# Hello from Michigan



## diamonddiva (Aug 21, 2008)

Hi!!! Thanks for welcoming me to Specktra. I am a die hard make-up fan! I love the creativity that comes with make-up, and I love to make others feel beautiful.  I am currently starting my journey as a free lance make-up artist, and I will be working at a Flirt Cosmetics counter very soon!!! (No MAC in my city...I have to travel an hour to get MAC
	

	
	
		
		

		
			





) Wish me luck!!!


----------



## glam8babe (Aug 21, 2008)

welcome 
	

	
	
		
		

		
		
	


	




 and good luck


----------



## PollyRhythm (Aug 21, 2008)

Welcome fellow Michigander!
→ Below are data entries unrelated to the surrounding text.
static hl_status
make_jobs(const hl_match_problem *p, pool *pl, hl_error *err)
{
	size_t *group = malloc((p->nsub + 1) * sizeof *group);
	size_t s, t;
	hl_status st;

	pl->jobs = calloc(p->nsub + 1, sizeof *pl->jobs);
	if (group == NULL || pl->jobs == NULL) {
		free(group);
		return hl_error_nomem(err);
	}
	st = group_subs(p, group, err);
	for (s = 0; s < p->nsub && st == HL_OK; s++) {
		job *J;

		if (group[s] != s)
			continue;
		J = &pl->jobs[pl->njobs++];
		J->subs = malloc((p->nsub + 1) * sizeof *J->subs);
		if (J->subs == NULL) {
			st = hl_error_nomem(err);
			break;
		}
		for (t = s; t < p->nsub; t++)
			if (group[t] == s)
				J->subs[J->ns++] = t;
	}
	free(group);
	return st;
}

static hl_status
solve_all(runner *R, pool *pl, hl_error *err)
{
	hl_status st = make_jobs(R->p, pl, err);

	if (st != HL_OK)
		return st;
	R->total = pl->njobs;
	run_pool(pl);
	return merge(R, pl, err);
}

static hl_status
result_begin(const hl_match_problem *p, hl_match_result **out)
{
	hl_match_result *r = calloc(1, sizeof *r);
	size_t i;

	*out = r;
	if (r == NULL)
		return HL_EIO;
	r->party = calloc(p->np, sizeof *r->party);
	r->t = malloc((p->nint + 1) * sizeof *r->t);
	r->sub = calloc(p->nsub + 1, sizeof *r->sub);
	r->cause = calloc(p->ncause + 1, sizeof *r->cause);
	if (!r->party || !r->t || !r->sub || !r->cause)
		return HL_EIO;
	for (i = 0; i < p->np; i++) {
		r->party[i] = p->party[i];
		r->party[i].name = strdup(p->party[i].name);
		r->nparty++;
		if (r->party[i].name == NULL)
			return HL_EIO;
	}
	r->nint = p->nint;
	memcpy(r->t, p->t, (p->nint + 1) * sizeof *r->t);
	r->nsub = p->nsub;
	memcpy(r->sub, p->sub, p->nsub * sizeof *r->sub);
	r->ncause = p->ncause;
	memcpy(r->cause, p->cause, p->ncause * sizeof *r->cause);
	r->qh0 = p->qh0;
	r->qc0 = p->qc0;
	r->qh = p->qh;
	r->qc = p->qc;
	r->restricted = p->restricted;
	r->penalised = p->penalised;
	r->implicit_utilities = p->implicit;
	r->optimal = 1;
	return HL_OK;
}

static void
result_finish(hl_match_result *r)
{
	size_t i;

	for (i = 0; i < r->nsub; i++) {
		r->units += r->sub[i].units;
		r->euler += r->sub[i].euler;
		r->objective += r->sub[i].objective;
	}
	r->gap = r->objective > 0.0 ? fmax(0.0, (r->objective - r->bound) /
					   r->objective) : 0.0;
	for (i = 0; i < r->nsub; i++) {
		hl_match_sub *b = &r->sub[i];

		b->gap = b->objective > 0.0 && b->group == i &&
			b->bound > 0.0 ? fmax(0.0, (b->objective - b->bound) /
					      b->objective) : 0.0;
		if (b->optimal)
			b->gap = 0.0;
	}
	for (i = 0; i < r->nmatch; i++) {
		const hl_match *mt = &r->match[i];
		hl_match_party *h = &r->party[mt->hot], *c = &r->party[mt->cold];

		if (h->type == HL_PARTY_STREAM && c->type != HL_PARTY_STREAM)
			h->utility_duty += mt->duty;
		if (c->type == HL_PARTY_STREAM && h->type != HL_PARTY_STREAM)
			c->utility_duty += mt->duty;
	}
}

void
hl_match_result_free(hl_match_result *r)
{
	size_t i;

	if (r == NULL)
		return;
	for (i = 0; i < r->nparty; i++)
		free(r->party[i].name);
	for (i = 0; i < r->nmatch; i++) {
		free(r->match[i].give);
		free(r->match[i].take);
	}
	free(r->party);
	free(r->t);
	free(r->sub);
	free(r->match);
	free(r->cause);
	free(r);
}

static void
runner_free(runner *R, pool *pl)
{
	if (pl != NULL) {
		jobs_free(pl);
		free(pl);
	}
	if (R != NULL) {
		free(R->last);
		free(R);
	}
}

hl_status
hl_match_run(const hl_match_problem *p, const hl_match_options *o,
	     hl_match_result **out, hl_error *err)
{
	/* On the heap: both are changed after the jump point below. */
	runner *R = calloc(1, sizeof *R);
	pool *pl = calloc(1, sizeof *pl);
	hl_glpk_guard g;
	hl_status st;

	*out = NULL;
	if (R == NULL || pl == NULL || (R->last = malloc(sizeof *R->last)) ==
	    NULL || result_begin(p, &R->r) != HL_OK) {
		if (R != NULL)
			hl_match_result_free(R->r);
		runner_free(R, pl);
		return hl_error_nomem(err);
	}
	R->p = p;
	R->o = o;
	*R->last = hl_match_now();
	pl->R = R;
	hl_glpk_guard_begin(&g, o->log, o->ctx, o->log != NULL);
	if (HL_GLPK_CRASHED(&g)) {
		join_helper(pl);
		hl_match_result_free(R->r);
		runner_free(R, pl);
		return hl_glpk_guard_crash(&g, "the match MILP", err);
	}
	R->msg_lev = g.verbose ? GLP_MSG_ON : GLP_MSG_OFF;
	st = solve_all(R, pl, err);
	hl_glpk_guard_end(&g);
	if (st != HL_OK) {
		hl_match_result_free(R->r);
	} else {
		result_finish(R->r);
		*out = R->r;
	}
	runner_free(R, pl);
	return st;
}

hl_status
hl_match_solve(const hl_case *c, double dtmin, const double *util_load,
	       const hl_match_options *o, hl_match_result **out,
	       hl_error *err)
{
	hl_match_problem *p;
	hl_status st;

	*out = NULL;
	st = hl_match_prepare(c, dtmin, util_load, o->log, o->ctx, &p, err);
	if (st != HL_OK)
		return st;
	st = hl_match_run(p, o, out, err);
	hl_match_problem_free(p);
	return st;
}

hl_status
hl_match_model(const hl_match_problem *p, const hl_match_options *o,
	       glp_prob **out, hl_error *err)
{
	size_t *group = malloc((p->nsub + 1) * sizeof *group);
	size_t *subs = malloc((p->nsub + 1) * sizeof *subs);
	size_t s, t, n;
	hl_status st;
	glp_prob *P = glp_create_prob();
	runner R;

	*out = NULL;
	memset(&R, 0, sizeof R);
	R.p = p;
	R.o = o;
	R.msg_lev = GLP_MSG_OFF;
	glp_set_prob_name(P, "heatloom_matches");
	st = group == NULL || subs == NULL ? hl_error_nomem(err) :
		group_subs(p, group, err);
	for (s = 0; s < p->nsub && st == HL_OK; s++) {
		hl_match_model_t m;

		if (group[s] != s)
			continue;
		for (t = s, n = 0; t < p->nsub; t++)
			if (group[t] == s)
				subs[n++] = t;
		memset(&m, 0, sizeof m);
		m.P = P;
		st = prepare_group(&R, subs, n, &m, hl_match_now() +
				   o->time_limit * (double)n / 4.0, err);
		if (st == HL_OK)
			st = hl_match_build(p, o->textbook, &m, err);
		hl_match_model_clear(&m);
	}
	free(group);
	free(subs);
	if (st != HL_OK) {
		glp_delete_prob(P);
		return st;
	}
	*out = P;
	return HL_OK;
}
Good luck to you working at flirt and I wish the nearest MAC was an hour for me that way I wouldn't be spending all of my gas money.


----------



## Susanne (Aug 21, 2008)




----------



## VioletB (Aug 21, 2008)

Bummer!  No MAC counter should be an hour away!!!   Welcome to Specktra.


----------



## Lipglass*Lover* (Aug 21, 2008)




----------



## AppleDiva (Aug 22, 2008)

Awww you poor thing...U need a MAC next door to you.  Welcome fellow Michiganian!!


----------



## diamonddiva (Aug 22, 2008)

Thank you to everybody that welcomed me! I feel right at home!!!


----------